Millionen und Abermillionen Frauen hat das Konzept überzeugt, nur die erhoffte Wirkung blieb in aller Regel aus. Ein durch Ernährungssendungen therapeutisch geschultes Publikum kennt längst den Grund: Die Damen haben halt heimlich aus der Keksdose genascht. Man weiß: Von nix kommt nix.

Ein zweiter Glaubensgrundsatz der Freizeittherapeuten lautet: Viel hilft viel. Weil viel Süßstoff besser ist als wenig, wurde die Zahl der zugelassenen Stoffe über die Jahre stetig erhöht. Immer dann, wenn die verfügbaren Substanzen ihre zulässigen Zufuhrmengen überschritten, gab es Neuzulassungen. So verteilt sich der steigende Süßstoffkonsum auf immer mehr Einzelsubstanzen.
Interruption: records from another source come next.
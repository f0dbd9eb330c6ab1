"""Degradation factors of a worn machine, applied to its as-new map.

Fouling, erosion and seal wear lower a compressor's head and efficiency below the vendor's
map. Three factors describe the worn machine against its as-new map ``H_new``, ``eta_new``:

    H_worn(Q, N)   = f_H   * H_new(Q / f_Q, N)
    eta_worn(Q, N) = f_eta * eta_new(Q / f_Q, N)
    Q_boundary,worn(N) = f_Q * Q_boundary,new(N)

``head_factor`` f_H scales head at a given speed and flow, ``efficiency_factor`` f_eta
multiplies efficiency, and ``flow_factor`` f_Q stretches the flow axis (a capacity shift:
every feature of a speed line, surge and stonewall included, moves to f_Q times its flow).
:func:`degraded_map` returns an ordinary :class:`~trainopt.machines.maps.CompressorMap`,
so the reduction, the optimiser and every study use a calibrated unit as any other.

The map is a sum of monomials ``c Q^a N^b``, so the worn map is exact: only the coefficients
change (``c -> f_H c f_Q^-a``). Positive factors keep every shape property that the map
checks (head falling with flow and rising with speed, boundaries rising with speed).
"""

from __future__ import annotations

from dataclasses import dataclass, replace

from trainopt.errors import InputError
from trainopt.machines.maps.compressor_map import (
    CompressorMap,
    HeadCurve,
    Monomials,
    SpeedCurve,
)

PLAUSIBLE_RANGE = (0.7, 1.1)
"""Factors outside this range [-] are warned about: a worn machine rarely loses more than
30 % of head or efficiency and never gains more than a few percent (common practice)."""


class DegradationWarning(UserWarning):
    """Degradation factors outside :data:`PLAUSIBLE_RANGE`: check the sensors and data."""


@dataclass(frozen=True)
class Degradation:
    """Degradation factors of one unit against its as-new map (all [-], 1 = as new).

    Parameters
    ----------
    head_factor : float
        Head at a given speed and flow over the as-new head [-].
    efficiency_factor : float
        Efficiency over the as-new efficiency at the same point [-].
    flow_factor : float
        Capacity shift: the worn machine's speed line at flow ``f_Q Q`` is the as-new one
        at ``Q`` [-].
    """

    head_factor: float = 1.0
    efficiency_factor: float = 1.0
    flow_factor: float = 1.0

    def __post_init__(self):
        for name in ("head_factor", "efficiency_factor", "flow_factor"):
            value = getattr(self, name)
            if not value > 0:
                raise InputError(name, f"{value!r} is not a positive factor",
                                 "give e.g. 0.96 (1 = as new)")

    @property
    def is_as_new(self) -> bool:
        """True when every factor is 1."""
        return self.head_factor == self.efficiency_factor == self.flow_factor == 1.0

    def outside_plausible(self) -> list[str]:
        """Names and values of the factors outside :data:`PLAUSIBLE_RANGE`."""
        lo, hi = PLAUSIBLE_RANGE
        return [f"{name} {getattr(self, name):.3f}" for name in
                ("head_factor", "efficiency_factor", "flow_factor")
                if not lo <= getattr(self, name) <= hi]


def _scaled(surface: Monomials, value_factor: float, flow_factor: float) -> Monomials:
    """``value_factor * f(Q / flow_factor, N)`` as monomials."""
    coefficients = tuple(c * flow_factor ** -a for c, a in
                         zip(surface.coefficients, surface.flow_powers, strict=True))
    return replace(surface, coefficients=coefficients, scale=surface.scale * value_factor)


def _boundary(line, degradation: Degradation):
    if isinstance(line, SpeedCurve):
        return SpeedCurve(replace(line.flow, scale=line.flow.scale * degradation.flow_factor))
    if isinstance(line, HeadCurve):
        c0, c1, c2 = line.coefficients
        fh, fq = degradation.head_factor, degradation.flow_factor
        return HeadCurve((fh * c0, fh * c1 / fq, fh * c2 / fq**2))
    raise TypeError(f"cannot degrade a boundary line of type {type(line).__name__}")


def degraded_map(compressor_map: CompressorMap, degradation: Degradation) -> CompressorMap:
    """The map of the worn machine (see the module notes for the equations).

    Parameters
    ----------
    compressor_map : CompressorMap
        The as-new map.
    degradation : Degradation
        The factors.

    Returns
    -------
    CompressorMap
        The worn map: same name and basis, same tested speeds, flows stretched by
        ``flow_factor``; the as-new map itself when every factor is 1.

    Examples
    --------
    >>> import numpy as np
    >>> from trainopt.machines.maps.compressor_map import Monomials, SpeedCurve
    >>> from trainopt.physics.compression import HeadBasis
    >>> head = Monomials((60e3, -10e3), (0, 2), (2, 0), 1.0, 100.0)
    >>> eff = Monomials((0.8,), (0,), (0,), 1.0, 100.0)
    >>> new = CompressorMap("m", HeadBasis.POLYTROPIC, head, eff,
    ...     SpeedCurve(Monomials((0.5,), (0,), (1,), 1.0, 100.0)),
    ...     SpeedCurve(Monomials((1.5,), (0,), (1,), 1.0, 100.0)), (80.0, 110.0))
    >>> worn = degraded_map(new, Degradation(0.95, 0.97, 1.02))
    >>> round(float(worn.head(1.02, 100.0) / new.head(1.0, 100.0)), 6)
    0.95
    """
    if degradation.is_as_new:
        return compressor_map
    d = degradation
    return replace(
        compressor_map,
        head_surface=_scaled(compressor_map.head_surface, d.head_factor, d.flow_factor),
        efficiency_surface=_scaled(compressor_map.efficiency_surface, d.efficiency_factor,
                                   d.flow_factor),
        surge_line=_boundary(compressor_map.surge_line, d),
        stonewall_line=_boundary(compressor_map.stonewall_line, d),
        source=(f"{compressor_map.source}; degraded: head x{d.head_factor:.4f}, efficiency "
                f"x{d.efficiency_factor:.4f}, flow x{d.flow_factor:.4f}"),
    )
Verbraucherschützer finden nichts dabei. Anders bei Pestiziden. Die werden im Gegensatz zu Süßstoffen zwar nur mikrogrammweise verzehrt, aber hier fürchten sie gigantische Kombinationseffekte.

Nun gut, Süßstoffe sind, wie es so schön heißt, geprüfte Zusatzstoffe und
keine „Supergifte“ wie Glyphosat, Acrylamid oder Chlororganisches. Leider wurde ihr werblicher Auftrag, nämlich das Verschlanken der gefräßigen Kundschaft, bei ihrer Zulassung gar nicht geprüft. Dabei besitzen zahlreiche Süßstoffe gleichzeitig noch eine weitere Zulassung: Beim Mastvieh lautet ihre Zweckbestimmung, die Gewichtszunahme zu beschleunigen. Natürlich ohne dass die Tiere mehr Futter brauchten, sonst wär’s für den Mäster ein Verlustgeschäft.

Wie ist das möglich? Die Antwort ist simpel: Werden Süßstoffe vertilgt, bemerkt der Körper den kalorischen Betrug und steuert gegen. Er senkt seine Innentemperatur ein klein wenig ab. Das genügt, um mit der eingesparten Energie das Unterhautfettgewebe zu verstärken, also den Isolator, der ihn vor Wärmeverlusten schützen soll. Beim Menschen genügt es, die Durchblutung der Haut zu drosseln, dann gibt der Körper weniger Wärme ab. Mit der Ersparnis wird die Schwarte unterfüttert.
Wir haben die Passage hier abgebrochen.